[[ Task inputs, beginning ]]

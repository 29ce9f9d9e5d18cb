package plots

import (
	"errors"
	"fmt"
	"math"
)

// TrackPoint is one moment of a track.
type TrackPoint struct {
	T     float64 // s since the release
	X, Y  float64 // m, of the body's centre
	Phase string  // flight (or empty), slide, roll, rest: of the piece that begins here
}

// SideViewSpec is what SideView draws: one release in the habitat frame, seen from the
// +axial end and turned so that its plumb line is vertical. All places are in m, with x
// spinward and y up from the foot of the plumb line on the deck beneath: a deck of
// radius R is the arc about (0, R).
type SideViewSpec struct {
	Title, Desc, Notes string // Desc is for readers who cannot see the figure; Notes may be empty

	Spin       float64      // rad/s; negative: the floor moves antispinward
	Deck       float64      // m, radius of the deck beneath; 0 for a flat deck
	Outlines   []Outline    // section of the structure at the release's axial place; without any, the deck alone is drawn
	Track      []TrackPoint // at least the release; T never decreases
	TickEvery  float64      // s between time marks on the track; 0 picks 1, 2 or 5 times a power of ten
	Body       float64      // m, radius of the body; 0 for a point
	Uniform    []Point      // uniform-gravity path, from the release to its landing, height over arc wrapped onto the deck; nil for none
	Landing    *Point       // the body's centre at the landing; nil for none
	Surface    string       // what it lands on
	Rest       *Point       // the body's centre where it ends; nil for none
	Offset     float64      // m, deck offset, spinward positive; NaN for none
	Deflection float64      // m, apparent deflection, spinward positive; NaN for none
}

func (s SideViewSpec) check() error {
	if s.Deck < 0 || s.Body < 0 {
		return fmt.Errorf("deck radius %g m or body radius %g m is negative", s.Deck, s.Body)
	}
	if err := checkSizes(s.Deck, s.Body, orZero(s.Offset), orZero(s.Deflection)); err != nil {
		return err
	}
	if err := checkPlaces(s.Uniform, s.Landing, s.Rest); err != nil {
		return err
	}
	return checkOutlines(s.Outlines)
}

// orZero is v, or 0 for a NaN, which stands for none.
func orZero(v float64) float64 {
	if math.IsNaN(v) {
		return 0
	}
	return v
}

// SideView draws one release as the people on board see it. It is an error if a number
// cannot be drawn or the track is empty. A dimension that has no room is said in words.
func SideView(spec SideViewSpec) (*Figure, error) {
	s, err := newSide(spec)
	if err != nil {
		return nil, fmt.Errorf("side view: %w", err)
	}
	s.arrange()
	return newFigure(spec.Title, spec.Desc, s.w, s.h, s.paint)
}

func newSide(spec SideViewSpec) (*side, error) {
	head := headline{spec.Title, spec.Desc, spec.Notes, spec.Spin}
	tr, trErr := newTrack(spec.Track)
	if err := errors.Join(head.check(), spec.check(), trErr); err != nil {
		return nil, err
	}
	return &side{spec: spec, scene: scene{
		head: head, radius: spec.Deck, body: spec.Body, outlines: spec.Outlines,
		track: tr, every: spec.TickEvery, landing: spec.Landing, rest: spec.Rest, surface: spec.Surface,
	}}, nil
}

[[ Task inputs, end ]]

What needs to be done — Look through the listing, and copy each line that contains the word "plumb".

Solution —
// +axial end and turned so that its plumb line is vertical. All places are in m, with x
// spinward and y up from the foot of the plumb line on the deck beneath: a deck of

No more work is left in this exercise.